Constructing a more complex syntactic tree can be done in the same way. Note that each of the embedded local trees is formatted as a Tree object:

 
>>> t2 = nltk.Tree.fromstring('(S (NP (N Homer)) (VP (V ate) (NP (DET the) (N donut))))')  
>>> t2
Tree('S', [Tree('NP', [Tree('N', ['Homer'])]), Tree('VP', [Tree('V', ['ate']), 
Tree('NP', [Tree('DET', ['the']), Tree('N', ['donut'])])])])
>>> print(t2)
(S (NP (N Homer)) (VP (V ate) (NP (DET the) (N donut))))
>>> t2.pretty_print()
           S               
   ________|___             
  |            VP          
  |     _______|___         
  NP   |           NP      
  |    |        ___|____    
  N    V      DET       N  
  |    |       |        |   
Homer ate     the     donut

>>> t2.draw()

Tree objects can also be constructed directly by specifying the parent and the children as two arguments. The former is a single string ('NP'), and the latter is the list data type (['DET', 'N']):

 
>>> np = nltk.Tree('NP', ['DET', 'N'])    # two arguments: parent, children
>>> np
Tree('NP', ['DET', 'N'])

Using this method, you can build up a tree object with smaller component trees:

 
>>> vp = nltk.Tree('VP', ['V', np])     # np is a Tree object
>>> vp
Tree('VP', ['V', Tree('NP', ['DET', 'N'])])
>>> vp.draw()

Below, both tree-building methods (1. from a string representation using .fromstring(), 2. direct construction) are used.

 
>>> tnp = nltk.Tree.fromstring('(NP (N Homer))')
>>> vpstr = """
(VP (V ate) 
    (NP (DET the) 
        (N donut)))"""
>>> tvp = nltk.Tree.fromstring(vpstr)
>>> ts = nltk.Tree('S', [tnp, tvp])     # tnp and tvp are Tree objects
>>> ts
Tree('S', [Tree('NP', [Tree('N', ['Homer'])]), Tree('VP', [Tree('V', ['ate']), 
    Tree('NP', [Tree('DET', ['the']), Tree('N', ['donut'])])])])
>>> print(ts)
(S (NP (N Homer)) (VP (V ate) (NP (DET the) (N donut))))

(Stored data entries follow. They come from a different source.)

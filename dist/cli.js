#!/usr/bin/env node
import { createRequire as __fitgapCreateRequire } from 'node:module'; const require = __fitgapCreateRequire(import.meta.url);
var __create = Object.create;
var __defProp = Object.defineProperty;
var __getOwnPropDesc = Object.getOwnPropertyDescriptor;
var __getOwnPropNames = Object.getOwnPropertyNames;
var __getProtoOf = Object.getPrototypeOf;
var __hasOwnProp = Object.prototype.hasOwnProperty;
var __require = /* @__PURE__ */ ((x) => typeof require !== "undefined" ? require : typeof Proxy !== "undefined" ? new Proxy(x, {
  get: (a, b) => (typeof require !== "undefined" ? require : a)[b]
}) : x)(function(x) {
  if (typeof require !== "undefined") return require.apply(this, arguments);
  throw Error('Dynamic require of "' + x + '" is not supported');
});
var __commonJS = (cb, mod) => function __require2() {
  try {
    return mod || (0, cb[__getOwnPropNames(cb)[0]])((mod = { exports: {} }).exports, mod), mod.exports;
  } catch (e) {
    throw mod = 0, e;
  }
};
var __copyProps = (to, from, except, desc) => {
  if (from && typeof from === "object" || typeof from === "function") {
    for (let key of __getOwnPropNames(from))
      if (!__hasOwnProp.call(to, key) && key !== except)
        __defProp(to, key, { get: () => from[key], enumerable: !(desc = __getOwnPropDesc(from, key)) || desc.enumerable });
  }
  return to;
};
var __toESM = (mod, isNodeMode, target) => (target = mod != null ? __create(__getProtoOf(mod)) : {}, __copyProps(
  // If the importer is in node compatibility mode or this is not an ESM
  // file that has been converted to a CommonJS file using a Babel-
  // compatible transform (i.e. "__esModule" has not been set), then set
  // "default" to the CommonJS "module.exports" for node compatibility.
  isNodeMode || !mod || !mod.__esModule ? __defProp(target, "default", { value: mod, enumerable: true }) : target,
  mod
));

// node_modules/ajv/dist/compile/codegen/code.js
var require_code = __commonJS({
  "node_modules/ajv/dist/compile/codegen/code.js"(exports) {
    "use strict";
    Object.defineProperty(exports, "__esModule", { value: true });
    exports.regexpCode = exports.getEsmExportName = exports.getProperty = exports.safeStringify = exports.stringify = exports.strConcat = exports.addCodeArg = exports.str = exports._ = exports.nil = exports._Code = exports.Name = exports.IDENTIFIER = exports._CodeOrName = void 0;
    var _CodeOrName = class {
    };
    exports._CodeOrName = _CodeOrName;
    exports.IDENTIFIER = /^[a-z$_][a-z$_0-9]*$/i;
    var Name = class extends _CodeOrName {
      constructor(s) {
        super();
        if (!exports.IDENTIFIER.test(s))
          throw new Error("CodeGen: name must be a valid identifier");
        this.str = s;
      }
      toString() {
        return this.str;
      }
      emptyStr() {
        return false;
      }
      get names() {
        return { [this.str]: 1 };
      }
    };
    exports.Name = Name;
    var _Code = class extends _CodeOrName {
      constructor(code) {
        super();
        this._items = typeof code === "string" ? [code] : code;
      }
      toString() {
        return this.str;
      }
      emptyStr() {
        if (this._items.length > 1)
          return false;
        const item = this._items[0];
        return item === "" || item === '""';
      }
      get str() {
        var _a;
        return (_a = this._str) !== null && _a !== void 0 ? _a : this._str = this._items.reduce((s, c) => `${s}${c}`, "");
      }
      get names() {
        var _a;
        return (_a = this._names) !== null && _a !== void 0 ? _a : this._names = this._items.reduce((names2, c) => {
          if (c instanceof Name)
            names2[c.str] = (names2[c.str] || 0) + 1;
          return names2;
        }, {});
      }
    };
    exports._Code = _Code;
    exports.nil = new _Code("");
    function _(strs, ...args) {
      const code = [strs[0]];
      let i = 0;
      while (i < args.length) {
        addCodeArg(code, args[i]);
        code.push(strs[++i]);
      }
      return new _Code(code);
    }
    exports._ = _;
    var plus = new _Code("+");
    function str(strs, ...args) {
      const expr = [safeStringify(strs[0])];
      let i = 0;
      while (i < args.length) {
        expr.push(plus);
        addCodeArg(expr, args[i]);
        expr.push(plus, safeStringify(strs[++i]));
      }
      optimize(expr);
      return new _Code(expr);
    }
    exports.str = str;
    function addCodeArg(code, arg) {
      if (arg instanceof _Code)
        code.push(...arg._items);
      else if (arg instanceof Name)
        code.push(arg);
      else
        code.push(interpolate2(arg));
    }
    exports.addCodeArg = addCodeArg;
    function optimize(expr) {
      let i = 1;
      while (i < expr.length - 1) {
        if (expr[i] === plus) {
          const res = mergeExprItems(expr[i - 1], expr[i + 1]);
          if (res !== void 0) {
            expr.splice(i - 1, 3, res);
            continue;
          }
          expr[i++] = "+";
        }
        i++;
      }
    }
    function mergeExprItems(a, b) {
      if (b === '""')
        return a;
      if (a === '""')
        return b;
      if (typeof a == "string") {
        if (b instanceof Name || a[a.length - 1] !== '"')
          return;
        if (typeof b != "string")
          return `${a.slice(0, -1)}${b}"`;
        if (b[0] === '"')
          return a.slice(0, -1) + b.slice(1);
        return;
      }
      if (typeof b == "string" && b[0] === '"' && !(a instanceof Name))
        return `"${a}${b.slice(1)}`;
      return;
    }
    function strConcat(c1, c2) {
      return c2.emptyStr() ? c1 : c1.emptyStr() ? c2 : str`${c1}${c2}`;
    }
    exports.strConcat = strConcat;
    function interpolate2(x) {
      return typeof x == "number" || typeof x == "boolean" || x === null ? x : safeStringify(Array.isArray(x) ? x.join(",") : x);
    }
    function stringify(x) {
      return new _Code(safeStringify(x));
    }
    exports.stringify = stringify;
    function safeStringify(x) {
      return JSON.stringify(x).replace(/\u2028/g, "\\u2028").replace(/\u2029/g, "\\u2029");
    }
    exports.safeStringify = safeStringify;
    function getProperty(key) {
      return typeof key == "string" && exports.IDENTIFIER.test(key) ? new _Code(`.${key}`) : _`[${key}]`;
    }
    exports.getProperty = getProperty;
    function getEsmExportName(key) {
      if (typeof key == "string" && exports.IDENTIFIER.test(key)) {
        return new _Code(`${key}`);
      }
      throw new Error(`CodeGen: invalid export name: ${key}, use explicit $id name mapping`);
    }
    exports.getEsmExportName = getEsmExportName;
    function regexpCode(rx) {
      return new _Code(rx.toString());
    }
    exports.regexpCode = regexpCode;
  }
});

NLTK's nltk.Tree is an object class, and it offers its own tree operation methods. Executing dir() on it displays the available methods:

 
>>> dir(ts)
['__add__', '__class__', '__contains__', '__delattr__', '__delitem__', 
...
'append', 'chomsky_normal_form', 'clear', 'collapse_unary', 'convert', 
'copy', 'count', 'draw', 'extend', 'flatten', 'freeze', 'fromstring', 
'height', 'index', 'insert', 'label', 'leaf_treeposition', 'leaves', 'node', 
'pformat', 'pformat_latex_qtree', 'pop', 'pos', 'pprint', 'pretty_print', 
'productions', 'remove', 'reverse', 'set_label', 'sort', 'subtrees', 
'treeposition_spanning_leaves', 'treepositions', 'un_chomsky_normal_form', 
'unicode_repr']
>>> 
From there, you can try out various methods. Below, .leaves() returns the list of terminal nodes, .height() returns the height of the tree, and .pos() returns a list of POS-tagged words. Lastly, the .append() method appends the specified tree as the rightmost child node.
 
>>> ts.leaves()        # returns terminal node labels, i.e. word tokens
['Homer', 'ate', 'the', 'donut']
>>> ts.height()   # returns tree's height
5
>>> ts.pos()      # returns word-pos tuples
[('Homer', 'N'), ('ate', 'V'), ('the', 'DET'), ('donut', 'N')]
>>> adv = nltk.Tree.fromstring('(ADV happily)')     # a new adverb subtree
>>> ts.append(adv)
>>> print(ts)
(S
  (NP (N Homer))
  (VP (V ate) (NP (DET the) (N donut)))
  (ADV happily))
>>> 
Traversing a tree is done through a recursive function. The user-defined function traverse() in the NLTK section is an example of such functions. Note that the function definition includes a reference to itself. The function recursively traverses a given tree while printing out its nodes. The printed output is the string representation of a tree.

Your Turn

Build the following tree objects and display them using .pretty_print() and .draw().